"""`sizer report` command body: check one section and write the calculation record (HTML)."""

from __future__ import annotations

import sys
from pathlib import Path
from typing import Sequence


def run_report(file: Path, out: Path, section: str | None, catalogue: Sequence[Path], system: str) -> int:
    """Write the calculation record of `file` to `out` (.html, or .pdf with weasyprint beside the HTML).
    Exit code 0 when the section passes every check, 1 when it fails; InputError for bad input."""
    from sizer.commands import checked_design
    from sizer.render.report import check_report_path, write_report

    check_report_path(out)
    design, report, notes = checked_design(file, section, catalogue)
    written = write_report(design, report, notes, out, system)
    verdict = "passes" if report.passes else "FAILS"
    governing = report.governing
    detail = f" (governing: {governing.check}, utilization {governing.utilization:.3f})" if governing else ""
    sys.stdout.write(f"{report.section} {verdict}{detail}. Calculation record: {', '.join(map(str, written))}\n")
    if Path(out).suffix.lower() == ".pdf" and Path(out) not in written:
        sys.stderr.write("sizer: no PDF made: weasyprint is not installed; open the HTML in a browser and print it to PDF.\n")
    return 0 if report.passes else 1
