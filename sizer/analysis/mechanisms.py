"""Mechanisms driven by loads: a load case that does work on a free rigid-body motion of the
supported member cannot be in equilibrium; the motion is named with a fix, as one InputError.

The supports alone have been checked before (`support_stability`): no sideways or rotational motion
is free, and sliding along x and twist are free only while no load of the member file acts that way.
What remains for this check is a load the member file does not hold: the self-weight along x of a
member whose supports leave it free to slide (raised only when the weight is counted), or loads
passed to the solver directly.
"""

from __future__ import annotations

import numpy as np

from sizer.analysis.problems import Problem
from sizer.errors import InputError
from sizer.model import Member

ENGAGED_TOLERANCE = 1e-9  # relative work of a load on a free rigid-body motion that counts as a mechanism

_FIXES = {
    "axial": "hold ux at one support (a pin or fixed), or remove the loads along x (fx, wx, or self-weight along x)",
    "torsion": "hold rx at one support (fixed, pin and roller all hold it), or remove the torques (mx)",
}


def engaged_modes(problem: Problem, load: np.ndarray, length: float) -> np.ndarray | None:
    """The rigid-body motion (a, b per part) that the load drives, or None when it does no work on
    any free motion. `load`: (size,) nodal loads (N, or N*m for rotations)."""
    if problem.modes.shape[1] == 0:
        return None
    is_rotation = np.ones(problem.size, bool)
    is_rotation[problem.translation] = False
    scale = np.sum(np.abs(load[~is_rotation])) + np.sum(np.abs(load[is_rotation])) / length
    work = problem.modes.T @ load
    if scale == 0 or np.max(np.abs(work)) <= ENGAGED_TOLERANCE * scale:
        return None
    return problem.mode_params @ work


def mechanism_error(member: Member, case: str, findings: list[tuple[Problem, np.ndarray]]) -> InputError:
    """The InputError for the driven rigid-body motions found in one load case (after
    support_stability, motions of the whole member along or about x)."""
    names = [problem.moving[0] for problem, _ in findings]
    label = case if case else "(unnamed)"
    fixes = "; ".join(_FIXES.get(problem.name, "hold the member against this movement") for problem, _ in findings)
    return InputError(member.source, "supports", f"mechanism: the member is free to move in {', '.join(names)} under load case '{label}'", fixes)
...
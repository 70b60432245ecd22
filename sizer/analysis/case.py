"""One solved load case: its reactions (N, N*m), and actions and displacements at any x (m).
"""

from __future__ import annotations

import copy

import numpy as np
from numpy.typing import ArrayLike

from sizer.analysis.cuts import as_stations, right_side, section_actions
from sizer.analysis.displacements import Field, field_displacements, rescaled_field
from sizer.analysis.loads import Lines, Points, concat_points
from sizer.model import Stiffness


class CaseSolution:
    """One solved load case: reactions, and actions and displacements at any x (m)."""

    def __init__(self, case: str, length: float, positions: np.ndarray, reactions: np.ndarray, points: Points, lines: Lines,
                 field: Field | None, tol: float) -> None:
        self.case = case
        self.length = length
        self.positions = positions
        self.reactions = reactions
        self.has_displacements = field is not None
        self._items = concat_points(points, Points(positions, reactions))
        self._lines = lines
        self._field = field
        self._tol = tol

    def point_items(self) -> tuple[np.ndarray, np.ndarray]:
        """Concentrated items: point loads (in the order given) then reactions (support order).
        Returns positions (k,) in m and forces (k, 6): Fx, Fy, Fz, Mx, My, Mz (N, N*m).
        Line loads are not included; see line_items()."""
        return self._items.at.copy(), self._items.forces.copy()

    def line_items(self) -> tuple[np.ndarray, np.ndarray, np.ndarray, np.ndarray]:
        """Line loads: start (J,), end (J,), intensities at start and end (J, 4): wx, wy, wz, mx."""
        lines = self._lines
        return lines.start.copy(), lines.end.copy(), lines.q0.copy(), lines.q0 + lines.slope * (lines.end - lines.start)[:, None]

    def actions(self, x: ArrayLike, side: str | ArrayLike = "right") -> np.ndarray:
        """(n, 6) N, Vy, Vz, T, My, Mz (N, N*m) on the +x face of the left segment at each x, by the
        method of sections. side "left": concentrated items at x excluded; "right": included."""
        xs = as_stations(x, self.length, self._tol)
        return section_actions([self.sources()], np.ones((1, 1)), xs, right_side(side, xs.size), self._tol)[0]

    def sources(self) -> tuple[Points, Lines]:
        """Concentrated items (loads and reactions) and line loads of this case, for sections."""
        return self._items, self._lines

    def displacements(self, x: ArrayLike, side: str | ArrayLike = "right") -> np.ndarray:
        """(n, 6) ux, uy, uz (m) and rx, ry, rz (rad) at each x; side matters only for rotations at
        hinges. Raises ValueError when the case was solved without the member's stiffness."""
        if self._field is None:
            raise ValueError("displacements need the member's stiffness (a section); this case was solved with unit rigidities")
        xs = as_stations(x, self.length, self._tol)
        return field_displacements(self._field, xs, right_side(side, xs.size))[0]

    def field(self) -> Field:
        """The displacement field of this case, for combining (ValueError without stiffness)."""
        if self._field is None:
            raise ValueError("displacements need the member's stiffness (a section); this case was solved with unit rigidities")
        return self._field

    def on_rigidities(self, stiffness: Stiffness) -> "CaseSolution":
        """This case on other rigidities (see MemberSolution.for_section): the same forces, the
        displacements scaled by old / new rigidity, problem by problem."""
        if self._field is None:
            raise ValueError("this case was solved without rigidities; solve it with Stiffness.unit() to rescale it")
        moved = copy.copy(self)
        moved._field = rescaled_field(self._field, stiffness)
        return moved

--- WHAT YOU WILL DO ---
From the data above, reproduce word for word the lines running from the line with "command body: check" to the line with "beside the HTML).", ends included.

--- REPLY ---
"""`sizer report` command body: check one section and write the calculation record (HTML)."""

from __future__ import annotations

import sys
from pathlib import Path
from typing import Sequence


def run_report(file: Path, out: Path, section: str | None, catalogue: Sequence[Path], system: str) -> int:
    """Write the calculation record of `file` to `out` (.html, or .pdf with weasyprint beside the HTML).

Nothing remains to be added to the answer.